Monday, September 05, 2011

Glancin' in the rearview mirror...

September is normally my time to look forward.  A new school year awaits, fresh with promise,  the smell of a new lunchbox and the feel of a new wardrobe.  It has all the excitement of New Year's Day and the same sense of new beginnings.  It is typically a time for planning and anticipation.

But this year the onset of September demands some retrospective.  One reason is painfully obvious.  You can't go anywhere without being reminded of the tenth anniversary of that day in 2001 when we all came to terms with our vulnerability as a nation.  None of us can forget the iconic images of that day and the exact sequence of details as they unfolded.  We all have our own personal connections to that day.  I didn't know anyone first hand who died that day but a very dear family friend lost her son, a man I never met, but who was part of the large Irish community in New York where my husband grew up.

Inwood Heights, at the very northern tip of Manhattan lost dozens of its most promising sons and daughters.  Most of them attended Good Shepherd, the same small Catholic grammar school as my husband Brendan.  They were policemen, firemen, construction workers, cooks and Wall Street traders.  One story tells of traders descending the towers encountering their firefighter classmates ascending the stairs.  Brendan didn't know them all, but recognized many of the last names and remembered siblings.  The families were often large and always close-knit.  A New York Times article I found describes the uniqueness of growing up in Inwood in the sixties and seventies and the devastating impact 9/11 had on this community.
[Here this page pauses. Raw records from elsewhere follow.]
//! Quantities derived from a vehicle's parameters without simulating: static
//! loads, axle cornering stiffnesses, the linear single-track reference, aero
//! balance and where each drive axle becomes power-limited.

use serde::Serialize;

use super::loads::static_axle_loads;
use super::powertrain::available_wheel_torque;
use crate::analysis::BicycleModel;
use crate::params::{FRONT, REAR, Vehicle};

/// Per driven axle: torque and the speed where power, not grip, limits traction.
#[derive(Debug, Clone, PartialEq, Serialize)]
pub struct DriveAxleSummary {
    /// `front` or `rear`.
    pub axle: String,
    /// Unit label from the file.
    pub label: String,
    /// Largest drive torque at the wheels (both wheels), N·m.
    pub max_wheel_torque_nm: f64,
    /// Largest tractive force at the wheels, N (torque / rolling radius).
    pub max_tractive_force_n: f64,
    /// Grip of the axle at static load, μx·Fz, N.
    pub grip_force_n: f64,
    /// Speed above which the unit's power (η·P/v) is below the axle's grip μx·Fz, km/h.
    pub power_limited_above_kph: f64,
    /// Speed above which the unit is on its power limit rather than its torque limit, km/h.
    pub torque_limit_ends_kph: f64,
}

/// Derived quantities of a vehicle.
#[derive(Debug, Clone, PartialEq, Serialize)]
pub struct VehicleSummary {
    /// Vehicle name.
    pub name: String,
    /// Total mass, kg.
    pub mass_kg: f64,
    /// Wheelbase, m.
    pub wheelbase_m: f64,
    /// CG to front axle, m.
    pub cg_to_front_axle_m: f64,
    /// CG height, m.
    pub cg_height_m: f64,
    /// Yaw inertia, kg·m².
    pub yaw_inertia_kg_m2: f64,
    /// Static front axle load, N.
    pub front_axle_load_n: f64,
    /// Static rear axle load, N.
    pub rear_axle_load_n: f64,
    /// Front share of the static weight, 1.
    pub front_weight_fraction: f64,
    /// Front axle cornering stiffness at static load (both tyres), N/rad.
    pub cornering_stiffness_front_n_per_rad: f64,
    /// Rear axle cornering stiffness at static load (both tyres), N/rad.
    pub cornering_stiffness_rear_n_per_rad: f64,
    /// Linear understeer gradient, deg/g (positive = understeer).
    pub understeer_gradient_deg_per_g: f64,
    /// Characteristic speed (understeer), km/h.
    pub characteristic_speed_kph: Option<f64>,
    /// Critical speed (oversteer), km/h.
    pub critical_speed_kph: Option<f64>,
    /// Front share of the downforce (aero balance), 1; `None` without downforce.
    pub aero_front_fraction: Option<f64>,
    /// Total downforce at 100 km/h, N (negative = lift).
    pub downforce_at_100_kph_n: f64,
    /// Default front share of the drive request, 1.
    pub front_share: f64,
    /// Driven axles.
    pub drive_axles: Vec<DriveAxleSummary>,
}

/// Axle cornering stiffnesses at static load [front, rear], N/rad (two tyres
/// each, zero camber, from the Magic Formula Kyα at the static wheel load).
pub fn axle_cornering_stiffness(v: &Vehicle) -> [f64; 2] {
    let loads = static_axle_loads(&v.chassis);
    [FRONT, REAR].map(|axle| 2.0 * v.tyres[axle].model.cornering_stiffness(0.5 * loads[axle]))
}

/// The linear single-track model with the vehicle's mass, inertia, CG position
/// and static-load axle cornering stiffnesses (Gillespie, *Fundamentals of
/// Vehicle Dynamics*, ch. 6).
pub fn bicycle_model(v: &Vehicle) -> BicycleModel {
    let c = axle_cornering_stiffness(v);
    BicycleModel {
        mass: v.chassis.mass,
        yaw_inertia: v.chassis.yaw_inertia,
        a: v.chassis.a,
        b: v.chassis.b,
        cornering_stiffness_front: c[FRONT],
        cornering_stiffness_rear: c[REAR],
    }
}

/// Derives every quantity of [`VehicleSummary`].
pub fn summarize(v: &Vehicle) -> VehicleSummary {
    let ch = &v.chassis;
    let loads = static_axle_loads(ch);
    let c = axle_cornering_stiffness(v);
    let bike = bicycle_model(v);
    let kph = |s: f64| s * 3.6;
    let drive_axles = [FRONT, REAR]
        .into_iter()
        .filter_map(|axle| {
            let u = v.powertrain.units[axle].as_ref()?;
            let radius = v.tyres[axle].rolling_radius;
            let (mu_x, _) = v.tyres[axle]
                .model
                .peak_friction(0.5 * loads[axle], v.road.friction);
            let grip = mu_x * loads[axle];
            let max_torque = available_wheel_torque(u, 0.0);
            let wheel_power = u.efficiency * u.max_power;
            Some(DriveAxleSummary {
                axle: if axle == FRONT { "front" } else { "rear" }.to_string(),
                label: v.unit_label(axle).to_string(),
                max_wheel_torque_nm: max_torque,
                max_tractive_force_n: max_torque / radius,
                grip_force_n: grip,
                // Common practice: at constant power the tractive force is P/v.
                power_limited_above_kph: kph(wheel_power / grip),
                torque_limit_ends_kph: kph(u.max_power * radius / (u.max_torque * u.ratio)),
            })
        })
        .collect();
    let downforce_100 = super::aero_forces(&v.aero, 100.0 / 3.6).downforce;
    VehicleSummary {
        name: v.name.clone(),
        mass_kg: ch.mass,
        wheelbase_m: ch.wheelbase,
        cg_to_front_axle_m: ch.a,
        cg_height_m: ch.cg_height,
        yaw_inertia_kg_m2: ch.yaw_inertia,
        front_axle_load_n: loads[FRONT],
        rear_axle_load_n: loads[REAR],
        front_weight_fraction: ch.b / ch.wheelbase,
        cornering_stiffness_front_n_per_rad: c[FRONT],
        cornering_stiffness_rear_n_per_rad: c[REAR],
        understeer_gradient_deg_per_g: bike.understeer_gradient_deg_per_g(),
        characteristic_speed_kph: bike.characteristic_speed().map(kph),
        critical_speed_kph: bike.critical_speed().map(kph),
        aero_front_fraction: (v.aero.downforce_area != 0.0)
            .then(|| (ch.wheelbase - v.aero.pressure_centre_to_front_axle) / ch.wheelbase),
        downforce_at_100_kph_n: downforce_100,
        front_share: v.powertrain.front_share,
        drive_axles,
    }
}

/// Static-load understeer gradient in SI, rad/(m/s²) (for tests and reports).
pub fn understeer_gradient_si(v: &Vehicle) -> f64 {
    bicycle_model(v).understeer_gradient()
}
Sonuvagun, if it isn't Dominion - New York Times

A garden memorial in The Church of the Good Shepherd remembers the many alumni of the school that perished that day.
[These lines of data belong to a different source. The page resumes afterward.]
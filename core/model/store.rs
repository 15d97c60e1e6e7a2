//! The energy store: how much power it may give or take now, and how its
//! stored energy changes with the power at its terminals.

use crate::params::EnergyStore;

/// Power the store may give and take at its terminals now, W (both ≥ 0).
#[derive(Debug, Clone, Copy, Default, PartialEq)]
pub struct StoreLimits {
    /// Largest discharging power, W.
    pub discharge: f64,
    /// Largest charging power, W.
    pub charge: f64,
}

/// State of charge for stored energy `energy` (J), 1.
#[inline]
pub fn state_of_charge(s: &EnergyStore, energy: f64) -> f64 {
    energy / s.usable_energy
}

/// Power limits at stored energy `energy` (J): the rated charge and
/// discharge powers, each faded linearly to zero over the last `limit_fade`
/// of state of charge before its limit, so that an empty store gives no
/// power and a full one takes none, and the state of charge approaches a
/// limit smoothly instead of switching at it (no chatter; common practice in
/// battery management: power derating near the state-of-charge limits).
#[inline]
pub fn store_limits(s: &EnergyStore, energy: f64) -> StoreLimits {
    let soc = state_of_charge(s, energy);
    let low = ((soc - s.min_soc) / s.limit_fade).clamp(0.0, 1.0);
    let high = ((s.max_soc - soc) / s.limit_fade).clamp(0.0, 1.0);
    StoreLimits {
        discharge: s.max_discharge_power * low,
        charge: s.max_charge_power * high,
    }
}

/// Rate of change of the stored energy, W, for terminal power `terminal` (W,
/// positive discharging): −P/η_dis while discharging, −P·η_ch while charging
/// (common practice: the store loses more than it gives and keeps less than
/// it takes).
#[inline]
pub fn energy_rate(s: &EnergyStore, terminal: f64) -> f64 {
    if terminal >= 0.0 {
        -terminal / s.discharge_efficiency
    } else {
        -terminal * s.charge_efficiency
    }
}
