//! Stage 6b, wheel equations: wheel spin and the first-order relaxation of
//! slip ratio and slip angle.

use super::powertrain::WheelTorques;
use super::prepared::WheelConstants;
use super::state::{SLIP_ANGLE, SLIP_RATIO, State, WHEEL_SPEED};
use super::tyres::ContactPatches;

/// Below this contact-patch speed the slip equations use this speed instead, m/s.
///
/// Low-speed regularisation of the relaxation equations (common practice; see
/// Pacejka, *Tire and Vehicle Dynamics*, ch. 7 on the need for it as Vx → 0):
/// slips stay bounded from a standing start and lateral oscillation at rest is damped.
pub const LOW_SPEED: f64 = 0.5;

/// Wheel speed below which brake and rolling-resistance torques fade linearly to zero, rad/s.
///
/// A viscous regularisation of Coulomb friction near standstill (common
/// practice) so that a held brake does not chatter at zero wheel speed.
pub const STANDSTILL_WHEEL_SPEED: f64 = 1.0;

/// Writes the wheel-spin and slip derivatives of the four wheels into `d`.
///
/// - Iw·ω̇ = T_drive − (T_brake + T_roll)·fade − Fx·R, T_roll = f_r·Fz·R,
///   fade = clamp(ω/[`STANDSTILL_WHEEL_SPEED`], −1, 1);
/// - σκ·κ̇′ = (ω·R − Vcx) − |Vcx|·κ′ and σα·ṫ′ = −Vcy − |Vcx|·t′ with
///   t′ = tan α′ (Pacejka, *Tire and Vehicle Dynamics*, ch. 7, first-order
///   transient slip; |Vcx| floored at [`LOW_SPEED`]).
///
/// The divisions by Iw, σκ and σα are multiplications by the reciprocals of
/// [`WheelConstants`].
#[inline(always)]
pub fn wheel_equations(
    w: &WheelConstants,
    fz: &[f64; 4],
    patches: &ContactPatches,
    torques: &WheelTorques,
    x: &State,
    d: &mut State,
) {
    for i in 0..4 {
        let omega = x[WHEEL_SPEED + i];
        let fade = (omega / STANDSTILL_WHEEL_SPEED).clamp(-1.0, 1.0);
        let rolling = w.rolling_arm[i] * fz[i];
        let radius = w.radius[i];
        d[WHEEL_SPEED + i] =
            (torques.drive[i] - (torques.brake[i] + rolling) * fade - patches.fx[i] * radius)
                * w.inv_inertia[i];
        let vcx = patches.vcx[i];
        let v_ref = vcx.abs().max(LOW_SPEED);
        d[SLIP_RATIO + i] =
            (omega * radius - vcx - v_ref * x[SLIP_RATIO + i]) * w.inv_relaxation_longitudinal[i];
        d[SLIP_ANGLE + i] =
            (-patches.vcy[i] - v_ref * x[SLIP_ANGLE + i]) * w.inv_relaxation_lateral[i];
    }
}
Inwood's fallen heroes: 9/11 memorial garden gives kin comfort

I visited that neighborhood many, many times before my mother-in-law's death in 1996.  Her funeral was held in the same church where many of these heroes were memorialized.  I can attest to the special bond these neighbors had.  I heard the unmistakable lilt of an irish brogue as people greeted each other or mothers called to their children. Although the demographics were changing rapidly in the late 70's as the younger people scattered to the suburbs to be replaced by a wave of hispanic residents, it was still considered home base, the place to return for nurturance and familiarity.  Never was that more evident than in those dark days after September 11, 2001.

This September brings me another, more deeply personal reason for introspection.  I have a milestone birthday looming later this month.  I find it impossible to believe, but I am staring down the barrels of the big 6-0.  Those of you who have been there will assure me that it is just a number and, perhaps, even that "life begins at 60."  But I am having a bit of a problem swallowing that.  When I was growing up, sixty was OLD ... ancient ... decrepit ...feeble ...senile ...early-bird specials...big ugly blue sedan driving at 10mph.  People who were sixty fell asleep at seven PM and told the same story nine times.  But wait!  I don't feel that way.  Yeah, I've got gray hair and wrinkles but I can still carry on a lucid conversation and I don't drool.  I do repeat stories but only two or three times.  I have all of my own teeth.  I actually don't need to wear glasses to drive anymore...although they keep making the godddamn print smaller in the phone book and on packaging so I can't read it even WITH my glasses on!

So I think I'll celebrate this milestone instead of cringe at its onset.  I might even take myself out to dinner and have a few beers.  Hell, I'll throw caution to the wind and order a giant dessert!  After all, I'm only 60 once and even if I don't remember every event in every one of the previous 59 years that got me here I know I've had one hell of a ride!!  Cheers to me!